Rondini juntó las manos en el regazo, frotando los dedos de la izquierda con los de la derecha.

– Como le decía, se trata de una condena. -El hombre levantó la cabeza y Brunetti asintió, animándole-. Por exhibicionismo -agregó Rondini. La sonrisa de Brunetti no varió, y pareció que ello infundía valor a su visitante.

– Verá, comisario, hace dos veranos fui a la playa, a Alberoni. -Brunetti siguió sonriendo al oír el nombre de la playa situada al extremo del Lido, que era la favorita de los gays, por lo que se la conocía con el nombre de playa del Pecado. Su sonrisa no varió, pero sus ojos contemplaban ahora con más atención a Rondini y sus manos.

– No, no, comisario -dijo Rondini sacudiendo la cabeza-. No se trata de mí sino de mi hermano. -Se interrumpió y volvió a mover la cabeza, cortado y confuso-. Cada vez lo lío más. -Sonrió de nuevo, más nervioso todavía, y suspiró-: Volveré a empezar. -Brunetti asintió saludando la idea-. Mi hermano es periodista. Aquel verano hacía un reportaje sobre la playa y me pidió que lo acompañara. Pensaba que así pareceríamos una pareja y la gente nos dejaría en paz. Es decir, por un lado, nos dejaría en paz y, por el otro, no tendría reparo en hablar con él. -Nuevamente, Rondini se interrumpió y se miró las manos, que no dejaban de moverse en su regazo.

En vista de que Rondini no daba señales de querer seguir hablando, Brunetti preguntó:

– ¿Sucedió allí, en la playa? -Como Rondini ni contestaba ni le miraba, puntualizó-: El incidente.

Rondini aspiró profundamente y siguió explicando.

– Me bañé, pero hacía frío y decidí vestirme.
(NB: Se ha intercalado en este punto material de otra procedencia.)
// SPDX-License-Identifier: GPL-2.0-or-later
#include "model/detail_spectrum.h"

#include <gtest/gtest.h>

#include <cmath>
#include <fstream>

#include "base/constants.h"
#include "base/error.h"
#include "sphere/beam.h"

namespace foreglow {
namespace {

DetailSpec given() {
    DetailSpec spec;
    spec.intensity = PowerLawSpec{-2.7, {0.01, {BrightnessUnit::Kind::RayleighJeans, 1.0}}, 80};
    spec.polarization = PowerLawSpec{-2.5, {4.0, {BrightnessUnit::Kind::RayleighJeans, 1e-3}}, 80};
    spec.te_correlation = 0.3;
    return spec;
}

SpectrumSources sources() {
    SpectrumSources out;
    out.intensity_reference = out.polarization_reference = Frequency::from_ghz(0.408);
    out.polarized = true;
    return out;
}

TEST(DetailSpectrum, HasItsAmplitudeAtThePivot) {
    const auto sky = make_sky_spectra(given(), sources(), 200);
    // D_l = l (l + 1) C_l / 2 pi
    EXPECT_NEAR(sky.tt[80] * 80 * 81 / (2 * constants::pi), 0.01, 1e-15);
    EXPECT_NEAR(sky.ee[80] * 80 * 81 / (2 * constants::pi), 4e-6, 1e-18);
    EXPECT_NEAR(sky.tt[160] / sky.tt[80], std::pow(2, -2.7), 1e-14);
    EXPECT_EQ(sky.tt[1], 0.0);
    EXPECT_DOUBLE_EQ(sky.bb[50], 0.35 * sky.ee[50]);
}

// What the templates hold and what is drawn have the sky's spectra together, TE too.
TEST(DetailSpectrum, CompletesTheTemplates) {
    const auto sky = make_sky_spectra(given(), sources(), 300);
    const Angle t = Angle::from_degrees(1), p = Angle::from_degrees(1.6);
    const auto added = make_complement(sky, t, p);
    const auto bt = make_gaussian_beam(t, 300).temperature;
    const auto bp = make_gaussian_beam(p, 300).polarization;
    EXPECT_EQ(added.capped, 0);
    for (std::size_t l = 2; l <= 300; ++l) {
        EXPECT_NEAR(bt[l] * bt[l] * sky.tt[l] + added.tt[l], sky.tt[l], 1e-15 * sky.tt[l]) << l;
        if (l == 2) continue;  // 1 - B_P^2 is all rounding there
        EXPECT_NEAR(bp[l] * bp[l] * sky.ee[l] + added.ee[l], sky.ee[l], 1e-15 * sky.ee[l]) << l;
        const double te = 0.3 * std::sqrt(sky.tt[l] * sky.ee[l]);
        const double drawn = added.correlation[l] * std::sqrt(added.tt[l] * added.ee[l]);
        EXPECT_NEAR(bt[l] * bp[l] * te + drawn, te, 1e-13 * te) << l;
    }
}

TEST(DetailSpectrum, CutsACorrelationAtOneAndSaysSo) {
    DetailSpec spec = given();
    spec.te_correlation = 0.95;
    const auto added = make_complement(make_sky_spectra(spec, sources(), 100), Angle::from_degrees(0.2),
                                       Angle::from_degrees(3));
    EXPECT_GT(added.capped, 10);
    EXPECT_GT(added.largest_correlation, 1.0);
    for (const double rho : added.correlation)
        EXPECT_LE(std::abs(rho), 1.0);
}

class SpectrumFile : public testing::Test {
  protected:
    void TearDown() override { std::filesystem::remove(path_); }
    SkySpectra read(const std::string& text, bool polarized = true) {
        std::ofstream(path_) << text;
        DetailSpec spec;
        spec.spectrum = path_;
        SpectrumSources from = sources();
        from.polarized = polarized;
        return make_sky_spectra(spec, from, 10);
    }

  private:
    std::filesystem::path path_ = std::filesystem::path(testing::TempDir()) / "foreglow_spectrum_test.csv";
};

TEST_F(SpectrumFile, IsReadAsItStands) {
    const auto sky = read("l,TT,EE,TE\n2,4,1,-1\n3,8,2,4\n");
    EXPECT_EQ(sky.tt[2], 4.0);
    EXPECT_EQ(sky.tt[4], 0.0);
    EXPECT_DOUBLE_EQ(sky.bb[3], 0.35 * 2);
    EXPECT_DOUBLE_EQ(sky.correlation[2], -0.5);
    EXPECT_DOUBLE_EQ(sky.correlation[3], 1.0);
    EXPECT_EQ(read("l,TT\n2,4\n", false).tt[2], 4.0);
}

TEST_F(SpectrumFile, IsRefusedWhereNoFieldHasSuchSpectra) {
    EXPECT_THROW(static_cast<void>(read("l,TT,EE,TE\n2,1,1,1.1\n")), DataError);
    EXPECT_THROW(static_cast<void>(read("l,TT,EE\n2,-1,1\n")), DataError);
    EXPECT_THROW(static_cast<void>(read("l,TT,EE\n2,1,1\n4,1,1\n")), DataError);
    EXPECT_THROW(static_cast<void>(read("l,TT,XX\n2,1,1\n")), DataError);
    EXPECT_THROW(static_cast<void>(read("TT,l\n2,1\n")), DataError);
    EXPECT_THROW(static_cast<void>(read("l,TT\n2,1\n")), InputError);  // IQU wants EE
}

}  // namespace
}  // namespace foreglow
Mi hermano estaba a cierta distancia, hablando con unas personas, y me pareció que cerca de mí no había nadie. Desde luego, no había nadie a menos de veinte metros de mi toalla, de modo que me senté, me quité el bañador y, cuando estaba vistiéndome, se acercaron dos policías y me dijeron que me levantara. Yo traté de ponerme los pantalones, pero uno de los policías los pisó, y no pude. -La voz de Rondini se hizo más tensa, y Brunetti no supo si de bochorno o de indignación.